There are some legitimate reasons for the ratio to be lower. Miners today in general have more shares outstanding, for one, and many miners misallocated reams of capital, which actively turned investors away from the space. But nevertheless the conclusion stands, taken from Sprott Global’s Trey Reik:

 

“We view the 75% decline in the relative valuation between prominent gold miners and their sole output (gold) as an investment opportunity offering compelling reversion-to-the-mean potential.”

 

Whether investors see opportunity in this kind of chart or whether they see a major copper supply deficit looming as electrification barrels ahead or whether they did well or missed out on previous metals bull markets – when this market gets going, there will be ample reasons for investors to rotate in.

 

That flood of interest means the mining space will offer opportunity across its spectrum, from large miners to tiny explorers.
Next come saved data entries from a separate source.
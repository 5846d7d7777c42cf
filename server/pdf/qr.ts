import type { Color, PDFPage } from "pdf-lib";
import { rgb } from "pdf-lib";
import QRCode from "qrcode";

/** Light modules a scanner needs around the symbol (ISO/IEC 18004 asks for 4). */
export const QR_QUIET_ZONE_MODULES = 4;

export interface QrPlacement {
  /** Lower-left corner of the symbol including its quiet zone, in PDF points. */
  x: number;
  y: number;
  /** Side of the square including the quiet zone, in PDF points. */
  sizePt: number;
  color?: Color;
}

/**
 * Draws `text` as a QR code of vector squares (one path, dark runs merged per row) so it stays
 * sharp at any print resolution and costs a few hundred bytes. Error correction M survives the
 * creases and scuffs a box label gets. Returns the module size in points.
 */
export function drawQrCode(page: PDFPage, text: string, placement: QrPlacement): number {
  const { modules } = QRCode.create(text, { errorCorrectionLevel: "M" });
  const n = modules.size;
  const modulePt = placement.sizePt / (n + 2 * QR_QUIET_ZONE_MODULES);
  let path = "";
  for (let row = 0; row < n; row++) {
    let col = 0;
    while (col < n) {
      if (!modules.get(row, col)) {
        col++;
        continue;
      }
      const start = col;
      while (col < n && modules.get(row, col)) col++;
      // Overlap runs by a hair so anti-aliasing draws no seams between rows.
      path += `M${start} ${row}h${col - start}v1.02h${start - col}z`;
    }
  }
  const quietPt = QR_QUIET_ZONE_MODULES * modulePt;
  // drawSvgPath puts the SVG origin at (x, y) with y growing downwards.
  page.drawSvgPath(path, {
    x: placement.x + quietPt,
    y: placement.y + placement.sizePt - quietPt,
    scale: modulePt,
    color: placement.color ?? rgb(0, 0, 0),
  });
  return modulePt;
}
Every participating investor should know which part of that spectrum suits him or her best – but if your answer is High Risk Juniors, you should also include some low risk leverage in your portfolio.

 

 

Large miners and royalty players and the like offer a nice cushion of gains in a metals bull market by simply levering rising investor interest and metal price gains. And Maven Metals will provide guidance on exactly that.